Color Negation Filter on GPU

Class CudaInvertFilter is nothing but a boilerplate code to pass the kernel launcher to the class SingleCudaFilter.

class CudaInvertFilter : public SingleCudaFilter
{

public:

	/**
		\ref deviceInvertLaunch metod işaretçisi parametresi ile SingleCudaFilter yaratıcısını çağırır.
	*/
	CudaInvertFilter()
		: SingleCudaFilter(deviceInvertLaunch)
	{
	}
	
};

And in the kernel we do nothing fancy either. Only point to consider is we are inverting the channels by substracting them from 1, instead of 255. We have passed the normalized image to the kernel launchers in FilterImage method.

/**
	Görüntünün tersini alan kernel.

	\param image [0, 1] aralığına normalize edilmiş, BGR kanal sıralı görüntünün GPU belleğindeki adresi.
	\param width Görüntünün piksel olarak genişliği
	\param height Görüntünün piksel olarak yüksekliği

	Metod GPU üzerinde çalışır, çıktısını image parametresinin üzerine yazar.

	*/
__global__
void gpuInvert(
	float* image,
	int width,
	int height
	)
{
	int row = blockIdx.y * BLOCK_SIZE + threadIdx.y;
	int col = blockIdx.x * BLOCK_SIZE + threadIdx.x;

	int cIdx = ( row * width + col ) * 3; // 3 ile çarpım RGB için, linearIndex.

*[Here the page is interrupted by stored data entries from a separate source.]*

static void diagnostics_section(page *pg)
{
    const pp_report_input *in = pg->in;
    FILE *f = pg->f;
    double ess_min = PP_REPORT_ESS_PER_CHAIN * pg->chains;
    fprintf(f,
            "<section id=\"diagnostics\"><h2>Convergence diagnostics</h2>\n"
            "<p>Rank-normalised split-R&#770;, bulk and tail effective sample sizes (ESS) "
            "and the Monte Carlo standard error (MCSE) of the mean. Flagged in colour: "
            "R&#770; &gt; %.2f, or ESS &lt; %.0f per chain (here &lt; %.0f for %u "
            "chains). These thresholds are common practice (Vehtari et al., Bayesian "
            "Analysis 2021).</p>\n",
            PP_REPORT_RHAT_MAX, PP_REPORT_ESS_PER_CHAIN, ess_min, pg->chains);
    if (in->nscalars == 0) {
        fputs("<p id=\"diag-none\">Diagnostics were not computed for this run.</p></section>\n", f);
        return;
    }
    size_t flagged = 0;
    fputs("<table id=\"diag-table\">\n<tr><th>quantity</th><th>mean</th><th>sd</th>"
          "<th>MCSE</th><th>R&#770;</th><th>bulk ESS</th><th>tail ESS</th></tr>\n",
          f);
    for (size_t i = 0; i < in->nscalars; i++) {
        const pp_report_scalar *s = &in->scalars[i];
        int wr = s->rhat > PP_REPORT_RHAT_MAX, wb = s->ess_bulk < ess_min, wt = s->ess_tail < ess_min;
        flagged += wr || wb || wt;
        fputs("<tr><td>", f);
        pp_report_escape(f, s->name);
        fputs("</td>", f);
        pp_report_num_cell(f, s->mean, 0, "");
        pp_report_num_cell(f, s->sd, 0, "");
        pp_report_num_cell(f, s->mcse, 0, "");
        pp_report_num_cell(f, s->rhat, wr, "high");
        pp_report_num_cell(f, s->ess_bulk, wb, "low");
        pp_report_num_cell(f, s->ess_tail, wt, "low");
        fputs("</tr>\n", f);
    }
    fprintf(f, "</table>\n<p id=\"diag-count\">%zu of %zu quantities flagged.</p></section>\n",
            flagged, in->nscalars);
}

static void settings_section(page *pg)
{
    const pp_report_input *in = pg->in;
    FILE *f = pg->f;
    fputs("<section id=\"settings\"><h2>Settings</h2>\n<table id=\"settings-table\">\n", f);
    for (size_t i = 0; i < in->nsettings; i++) {
        fputs("<tr><th>", f);
        pp_report_escape(f, in->settings_keys[i]);
        fputs("</th><td>", f);
        pp_report_escape(f, in->settings_values[i]);
        fputs("</td></tr>\n", f);
    }
    fprintf(f, "<tr><th>credible level of the bounds</th><td>%.4g%%</td></tr>\n",
            100.0 * in->level);
    fputs("</table></section>\n", f);
}

/* ---- The page ----------------------------------------------------------- */

static void head(page *pg, const char *title)
{
    FILE *f = pg->f;
    fputs("<!DOCTYPE html>\n<html lang=\"en\">\n<head>\n<meta charset=\"utf-8\">\n"
          "<meta name=\"viewport\" content=\"width=device-width, initial-scale=1\">\n"
          "<title>pixpost report: ",
          f);
    pp_report_escape(f, title);
    const pp_image *any = pg->in->frame ? pg->in->frame : pg->in->mean;
    fprintf(f,
            "</title>\n<style>\n%s%s%s</style>\n</head>\n<body>\n<header>\n"
            "<h1>Posterior reconstruction report</h1>\n<p class=\"sub\" id=\"title\">",
            CSS, first_image(pg->in) && first_image(pg->in)->depth > 1 ? PP_REPORT_VOLUME_CSS : "",
            pg->in->regions ? PP_REPORT_REGIONS_CSS : "");
    pp_report_escape(f, title);
    if (any && any->depth > 1)
        fprintf(f, " &middot; %zu&times;%zu&times;%zu voxels (x, y, z)", any->width, any->height,
                any->depth);
    else if (any)
        fprintf(f, " &middot; %zu&times;%zu pixels", any->width, any->height);
    if (strcmp(pg->units, pg->frame_units) != 0) {
        fputs(" &middot; frame in ", f);
        pp_report_escape(f, pg->frame_units);
        fputs(", estimates in ", f);
    } else {
        fputs(" &middot; values in ", f);
    }
    pp_report_escape(f, pg->units);
    int warn_first = pg->in->nwarnings > 0;
    int checks = pg->in->residual || pg->in->checks_summary || pg->in->nchecks;
    fprintf(f,
            "</p>\n<nav>%s%s<a href=\"#images\">images</a>%s<a href=\"#traces\">traces</a>"
            "<a href=\"#histograms\">hyperparameters</a><a href=\"#diagnostics\">diagnostics</a>"
            "<a href=\"#settings\">settings</a>%s<a href=\"#cautions\">cautions</a></nav>\n",
            warn_first ? "<a href=\"#warnings\">warnings</a>" : "",
            checks ? "<a href=\"#checks\">checks</a>" : "",
            pg->in->regions ? "<a href=\"#regions\">regions</a>" : "",
            warn_first ? "" : "<a href=\"#warnings\">warnings</a>");
    pp_report_verdict_banner(f, pg->in);
    fputs("</header>\n", f);
}

static void tail(FILE *f)
{
    fprintf(f,
            "<section id=\"cautions\"><h2>Cautions</h2>\n<p id=\"cautions-text\">%s</p>\n"
            "</section>\n<footer>Written by pixpost %s. This page is self-contained: "
            "it loads nothing from anywhere.</footer>\n</body>\n</html>\n",
            CAUTIONS, PIXPOST_VERSION);
}

/* Checks sizes and pointers; the first non-NULL image fixes the size. */
static pp_status validate(const char *path, const pp_report_input *in)
{
    const pp_image *im[6] = {in->frame, in->mean, in->sd, in->lo, in->hi, in->residual};
    const pp_image *ref = NULL;
    for (int i = 0; i < 6; i++) {
        if (!im[i])
            continue;
        if (!im[i]->data || im[i]->width == 0 || im[i]->height == 0)
            return pp_fail(PP_ERR_ARG, "%s: report image %d is empty", path, i);
        if (!ref)
            ref = im[i];
        else if (im[i]->width != ref->width || im[i]->height != ref->height ||
                 im[i]->depth != ref->depth)
            return pp_fail(PP_ERR_ARG,
                           "%s: report images differ in size (%zux%zux%zu vs %zux%zux%zu, x y z)",
                           path, im[i]->width, im[i]->height, im[i]->depth, ref->width, ref->height,
                           ref->depth);
    }
    if (!(in->level > 0 && in->level < 1))
        return pp_fail(PP_ERR_ARG, "%s: credible level must be in (0, 1), got %g", path, in->level);
    const pp_trace *t = in->trace;
    if (t && t->chains && t->kept && t->ncols && (!t->values || !t->names))
        return pp_fail(PP_ERR_ARG, "%s: report trace has no values or names", path);
    if ((in->nscalars && !in->scalars) || (in->nwarnings && !in->warnings) ||
        (in->nnotes && !in->notes) || (in->nchecks && !in->checks) ||
        (in->nsettings && (!in->settings_keys || !in->settings_values)))
        return pp_fail(PP_ERR_ARG, "%s: report table with a count but no rows", path);
    return PP_OK;
}

void pp_report_input_init(pp_report_input *in)
{
    memset(in, 0, sizeof *in);
    in->level = 0.95;
}
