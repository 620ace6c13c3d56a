/* pixpost fuzz target — the PNG reader (pp_png_read) and the signature
 * dispatch (pp_image_read) on arbitrary bytes; the checks on each read are
 * in fuzz_image.h. Cost: two decodes per input. */
#include "fuzz_image.h"
#include "pixpost/io_extra.h"

int LLVMFuzzerTestOneInput(const unsigned char *data, size_t size)
{
    if (fuzz_write(data, size) != 0)
        return 0;
    pp_read_options plain = fuzz_read_options(0), luma = fuzz_read_options(1);
    fuzz_read_check(pp_png_read, &plain);
    fuzz_read_check((size & 1) ? pp_image_read : pp_png_read, &luma);
    return 0;
}
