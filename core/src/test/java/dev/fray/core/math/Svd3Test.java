package dev.fray.core.math;

import static org.junit.jupiter.api.Assertions.assertArrayEquals;
import static org.junit.jupiter.api.Assertions.assertEquals;
import static org.junit.jupiter.api.Assertions.assertFalse;
import static org.junit.jupiter.api.Assertions.assertTrue;

import dev.fray.core.testing.FrayTestBase;
import dev.fray.core.testing.RandomMatrices;
import java.util.Arrays;
import java.util.Random;
import java.util.function.Function;
import java.util.stream.IntStream;
import java.util.stream.Stream;
import org.ejml.data.DMatrixRMaj;
import org.ejml.dense.row.CommonOps_DDRM;
import org.ejml.dense.row.factory.DecompositionFactory_DDRM;
import org.ejml.interfaces.decomposition.SingularValueDecomposition_F64;
import org.junit.jupiter.api.Test;
import org.junit.jupiter.params.ParameterizedTest;
import org.junit.jupiter.params.provider.Arguments;
import org.junit.jupiter.params.provider.MethodSource;
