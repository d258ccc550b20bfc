package dev.fray.core.sim;

import dev.fray.core.boundary.Bounds;
import dev.fray.core.boundary.Contact;
import dev.fray.core.boundary.Grip;
import dev.fray.core.boundary.Motion;
import dev.fray.core.boundary.Obstacle;
import dev.fray.core.boundary.Shape;
import dev.fray.core.damage.DamageModel;
import dev.fray.core.error.FrayMessage;
import dev.fray.core.error.InvalidInputException;
import dev.fray.core.error.SimulationDivergedException;
import dev.fray.core.grid.KeyIndex;
import dev.fray.core.grid.SparseGrid;
import dev.fray.core.kernel.Kernel;
import dev.fray.core.material.MaterialLaw;
import dev.fray.core.parallel.Workers;
import dev.fray.core.particles.ChannelField;
import dev.fray.core.particles.ChannelSpec;
import dev.fray.core.particles.ParticleStore;

import java.util.ArrayList;
import java.util.Arrays;
import java.util.Collections;
import java.util.List;
import java.util.SplittableRandom;
import java.util.concurrent.CopyOnWriteArrayList;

	// normalize edilmiş pikselleri 1'den çıkarttığımızda görüntünün negatifini almış oluruz.
	*( image + cIdx     ) = 1 - *( image + cIdx     ); // Blue kanalı
	*( image + cIdx + 1 ) = 1 - *( image + cIdx + 1 ); // Green kanalı
	*( image + cIdx + 2 ) = 1 - *( image + cIdx + 2 ); // Red kanalı
}

To launch the kernels we have used the following arrangement:

/**
	\ref ptKernelLauncher tipinde metod.

	\param d_Image [0, 1] aralığına normalize edilmiş, BGR kanal sıralı görüntünün GPU belleğindeki adresi.
	\param width Görüntünün piksel olarak genişliği
	\param height Görüntünün piksel olarak yüksekliği

	\ref gpuInvert kernelini Grid ve Block boyutlarını ayarlayarak çağıran metod.
*/
void deviceInvertLaunch(
	float *d_Image,
	int width,
	int height
	)
{
	// launch kernel
	dim3 dimBlock( BLOCK_SIZE, BLOCK_SIZE );
	dim3 dimGrid( width / dimBlock.x, height / dimBlock.y );

#if ENABLE_TIMING_CODE

	cudaEvent_t start, stop;
	cudaEventCreate(&start);
	cudaEventCreate(&stop);
	cudaEventRecord(start, 0);

#endif

	gpuInvert<<< dimGrid, dimBlock >>>( d_Image, width, height);

#if ENABLE_TIMING_CODE
	cudaEventRecord(stop, 0);
	cudaEventSynchronize(stop);
	float elapsedTime;
	cudaEventElapsedTime(&elapsedTime, start, stop);

	// block until the device has completed
	cudaThreadSynchronize();
	
	printf("gpuInvert kernel time: %.3f ms\n", elapsedTime);
#endif

	cudaThreadSynchronize();

	// check if kernel execution generated an error
	// Check for any CUDA errors
	checkCUDAError("kernel invocation");
}

Using Textures with CUDA

Filters implemented using the previously discussed method will be using global memory of the graphics card. Global memory is the slowest memory type available. We can use texture memory which is faster, has spatial caching and read-only. Read-only part is not relevant to us, we can use the texture memory.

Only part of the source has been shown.